Contes et légendes annamites/Légendes/097 Nguyen cong tru

Contes et légendes annamitesImprimerie coloniale (p. 232-234).


XCVII

NGUYÉN CÔNG TRU.



Nguyèn công trù était un homme du huyên de Nghi xuân, dans le Nghé an. Il avait beaucoup d’intelligence, mais fut cependant refusé plusieurs fois à ses examens. Un jour qu’il était allé voir des danses, il devint amoureux d’une danseuse ; ne possédant pas assez d’argent pour racheter, il s’engagea au service de son frère pour faire la cuisine. Il y resta deux ans sans pouvoir arriver à rien. Une nuit qu’il voulait porter les mains sur cette danseuse, elle le repoussa en disant ù hu ![1] Dépité, il quitta la troupe et alla passer ses examens. Il fut reçu, et aux examens de la cour obtint le titre de bâng nhàn[2].

Il fut nommé phù de Kién xuong, dans la province de Hà nôi. Dans les réjouissances qui furent données à cette occasion, il retrouva sa troupe de danseurs, mais ceux-ci étaient tout étonnés et ne savaient que penser. Il retint la danseuse dont il avait été amoureux et, prenant le maillet à frapper le tambour[3], il lui ordonna de chanter des vers et d’y placer les mots ù hu. À ce signe, la danseuse reconnut qu’il voulait lui rappeler le passé. Elle se leva et chanta aussitôt :

Giang son mot ganh nào nùng,
Tinh trong ù hu, anh kùng nho khong ?[4].

Passionné pour ma beauté, vous m’avez vu repousser votre amour ; ô héros ! vous en souvenez-vous ?


Nguyén công trù loua son art et se fit reconnaître à son frère. Il la prit comme seconde femme et en eut cinq enfants qui tous arrivèrent aux emplois.

Sous le règne de Minh mang il fut envoyé pour réduire des bandes de pirates chinois et annamites. Il fit prisonnier plus de 50,000 Annamites et obtint de la cour la permission de les établir dans la province de Nam dinh, qui était déserte et où il fonda les huyèn de Kiém son et de Ly âp.
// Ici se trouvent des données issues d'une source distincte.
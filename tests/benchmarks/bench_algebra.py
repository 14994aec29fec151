"""Speed of the exact layer, as ratios to general-purpose polynomial arithmetic in the same run.

Run ``python tests/benchmarks/bench_algebra.py``. The general-purpose route writes both characters as
polynomials in the eigenvalues, multiplies them, and peels off highest weights: the leading monomial of what
is left names an irrep, whose character is subtracted that many times. It is given all characters for
nothing (their construction is not timed), so the ratios favour it. Our own times are those of the kernels
with empty caches, except where a line says otherwise. Best of several rounds.
"""

from __future__ import annotations

import sys
import time
import tracemalloc
from collections.abc import Callable
from itertools import product
from pathlib import Path
from typing import Any

import sympy
from flint import Ordering, fmpz_mpoly_ctx
from sympy.polys.orderings import lex
from sympy.polys.rings import ring

sys.path.insert(0, str(Path(__file__).parents[2] / "src"))

from haarloom.algebra import powers, products, weights
from haarloom.algebra.group import SU
from haarloom.algebra.invariants import dimension
from haarloom.algebra.labels import labels_from_rows, labels_up_to, rows_from_labels
from haarloom.algebra.loops import polynomial

Labels = tuple[int, ...]


def best(action: Callable[[], Any], rounds: int = 5, before: Callable[[], None] = lambda: None) -> float:
    """Shortest time of one call in seconds; ``before`` runs untimed ahead of each."""
    times = []
    for _ in range(rounds):
        before()
        start = time.perf_counter()
        action()
        times.append(time.perf_counter() - start)
    return min(times)


def clear() -> None:
    """Empty every cache a product or a character can use."""
    products._multiply.clear()
    weights.contents.clear()
    powers._newton.clear()
    polynomial.clear()
    dimension.cache_clear()


class Peeling:
    """A product by polynomial multiplication and peeling, for any ring with the dict interface below."""

    def __init__(self, left: Labels, right: Labels, make: Callable[[dict[Labels, int]], Any]) -> None:
        self.make = make
        self.boxes = sum(rows_from_labels(left)) + sum(rows_from_labels(right))
        self.n = len(left) + 1
        self.factors = [make(dict(weights.contents(rows_from_labels(labels)))) for labels in (left, right)]
        self.characters = {labels: self.character(labels) for labels in products.multiply(left, right)}

    def character(self, labels: Labels) -> Any:
        """Character with as many boxes as the product has: whole columns are powers of x_1 ⋯ x_N."""
        rows = rows_from_labels(labels)
        columns = (self.boxes - sum(rows)) // self.n
        return self.make(dict(weights.contents(tuple(row + columns for row in rows))))

    def run(self) -> dict[Labels, int]:
        rest = self.factors[0] * self.factors[1]
        found: dict[Labels, int] = {}
        while rest:
            rows, count = self.leading(rest)
            labels = labels_from_rows(rows)
            found[labels] = int(count)
            rest = rest - count * self.characters[labels]
        return found

    def leading(self, polynomial: Any) -> tuple[Labels, Any]:
        raise NotImplementedError


class SympyRing(Peeling):
    def __init__(self, left: Labels, right: Labels) -> None:
        names = [f"x{j}" for j in range(len(left) + 1)]
        self.ring = ring(names, sympy.ZZ, lex)[0]
        super().__init__(left, right, self.ring.from_dict)

    def leading(self, polynomial: Any) -> tuple[Labels, Any]:
        return polynomial.leading_expv(), polynomial.LC


class SympyPoly(Peeling):
    def __init__(self, left: Labels, right: Labels) -> None:
        self.symbols = sympy.symbols(f"x:{len(left) + 1}")
        super().__init__(left, right, lambda terms: sympy.Poly(terms, *self.symbols, domain="ZZ"))

    def leading(self, polynomial: Any) -> tuple[Labels, Any]:
        monomial, count = polynomial.LT()
        return monomial.exponents, count


class FlintPoly(Peeling):
    def __init__(self, left: Labels, right: Labels) -> None:
        names = [f"x{j}" for j in range(len(left) + 1)]
        self.context = fmpz_mpoly_ctx.get(names, Ordering.lex)
        super().__init__(left, right, self.context.from_dict)

    def leading(self, polynomial: Any) -> tuple[Labels, Any]:
        return tuple(map(int, polynomial.monomial(0))), polynomial.coefficient(0)


def compare_product(left: Labels, right: Labels, routes: list[type[Peeling]]) -> list[tuple[str, str, str]]:
    """One line for us and one for each route, all checked against each other."""
    kernel = products._multiply_su3 if len(left) == 2 else products.multiply_by_reflection
    expected = kernel(left, right)
    ours = best(lambda: kernel(left, right), 20, clear)
    title = f"SU({len(left) + 1}) {left} ⊗ {right}"
    lines = [(title + ", this package", f"{ours * 1e3:.3f} ms", "1")]
    for route in routes:
        prepared = route(left, right)
        assert prepared.run() == expected
        theirs = best(prepared.run, 3)
        lines.append(
            (f"  {route.__name__}, multiply and peel", f"{theirs * 1e3:.1f} ms", f"{theirs / ours:.0f}")
        )
    return lines


def single(title: str, action: Callable[[], Any], target: str, rounds: int = 5) -> tuple[str, str, str]:
    return title, f"{best(action, rounds, clear) * 1e3:.2f} ms", target


def main() -> None:
    """Print the table."""
    lines = compare_product((12, 7), (9, 11), [SympyPoly, SympyRing, FlintPoly])
    lines += compare_product((1, 1, 1, 1), (1, 2, 1, 0), [SympyRing, FlintPoly])
    thousand = [labels for labels in labels_up_to(4, 8) if 900 <= dimension(labels) <= 1100]
    slowest = max(
        best(lambda a=a, b=b: products.multiply(a, b), 3, clear) for a in thousand for b in thousand
    )
    lines.append(
        (
            f"SU(5), slowest of {len(thousand)}² products of dimension 900–1100",
            f"{slowest * 1e3:.2f} ms",
            "< 20 ms",
        )
    )
    basis = labels_up_to(2, 10)
    lines.append(
        single(
            "SU(3) product table, p+q ≤ 10 (66 × 66)",
            lambda: [products.multiply(a, b) for a in basis for b in basis],
            "< 1500 ms",
            3,
        )
    )
    character = SU(3).irrep(10, 10).character()
    lines.append(single("SU(3) χ of (10,10) in loops", character.in_loops, "< 50 ms"))
    lines.append(single("SU(3) χ of (10,10) in power sums", character.in_power_sums, ""))
    lines.append(
        single(
            "SU(3) 8: all antisymmetric powers",
            lambda: [powers.antisymmetric((1, 1), 1, k) for k in range(9)],
            "",
        )
    )
    width = max(len(line[0]) for line in lines)
    print(f"{'':{width}}  {'time':>12}  ratio or target")
    for title, measured, note in lines:
        print(f"{title:{width}}  {measured:>12}  {note}")
    print_caches()


def print_caches() -> None:
    """Bounds of the caches, with the memory of a term measured on the SU(3) product table."""
    basis = labels_up_to(2, 10)
    clear()
    tracemalloc.start()
    for a, b in product(basis, basis):
        products.multiply(a, b)
    a_term = tracemalloc.get_traced_memory()[0] / products._multiply.held()
    tracemalloc.stop()
    print(f"one cached term: {a_term:.0f} bytes, measured on {products._multiply.held():,} terms")
    caches = {
        "products": products._multiply,
        "weight systems": weights.contents,
        "powers": powers._newton,
        "characters in loops": polynomial,
    }
    for name, cache in caches.items():
        print(f"cache of {name}: at most {cache.limit:,} terms, about {cache.limit * a_term / 2**20:.0f} MiB")


if __name__ == "__main__":
    main()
Ces huyèn sont riches et florissants Ils révèrent Nguyén công trù sous le titre de Thành hoàng.

La première année Tu dùc, Nguyén công trù se rendit à la cour et demanda trois choses : une augmentation de solde pour les troupes, la liberté du commerce entre le Tonquin et la Basse-Cochinchine et le comblement du marais de Trà son[5]. Il fallait y employer 50,000 hommes pendant dix ans. Si cela ne se faisait pas, il se produirait à l’avenir des rébellions dans le pays. Il ne fut pas écouté et feignit d’être sourd pour obtenir la permission de se retirer de la cour. L’événement prouva qu’il avait raison, car de grandes guerres eurent lieu par la suite.



  1. C’est-à-dire en grognant.
  2. C’est le titre donné au second lauréat dans l’examen du doctorat.
  3. Dans les représentations théâtrales un notable tient le maillet et donne des marques d’approbation en frappant sur un tambour ou tam-tam ad hoc. À chaque coup, il est versé une certaine somme au profit des acteurs.
  4. Il y a de ces vers une variante :
    Giang son môt gânh giu a dong
    Quân không ù hu, anh hung nhô không ?

    Seule au milieu des champs avec un bagage qui eut tenu dans deux paniers, — je vous ai repoussé dans une misérable auberge ; héros ! vous en souvenez-vous ?

    L’explication raisonnée de ces deux traductions serait trop longue, et ici hors de sa place. Dans les vers qui font partie du texte, giang son môt ganh. — le fardeau des fleuves et des montagnes, — désigne les seins de la femme.

  5. Nous voyons ici encore une modification de terrain indiquée comme un moyen d’influer sur la prospérité du royaume.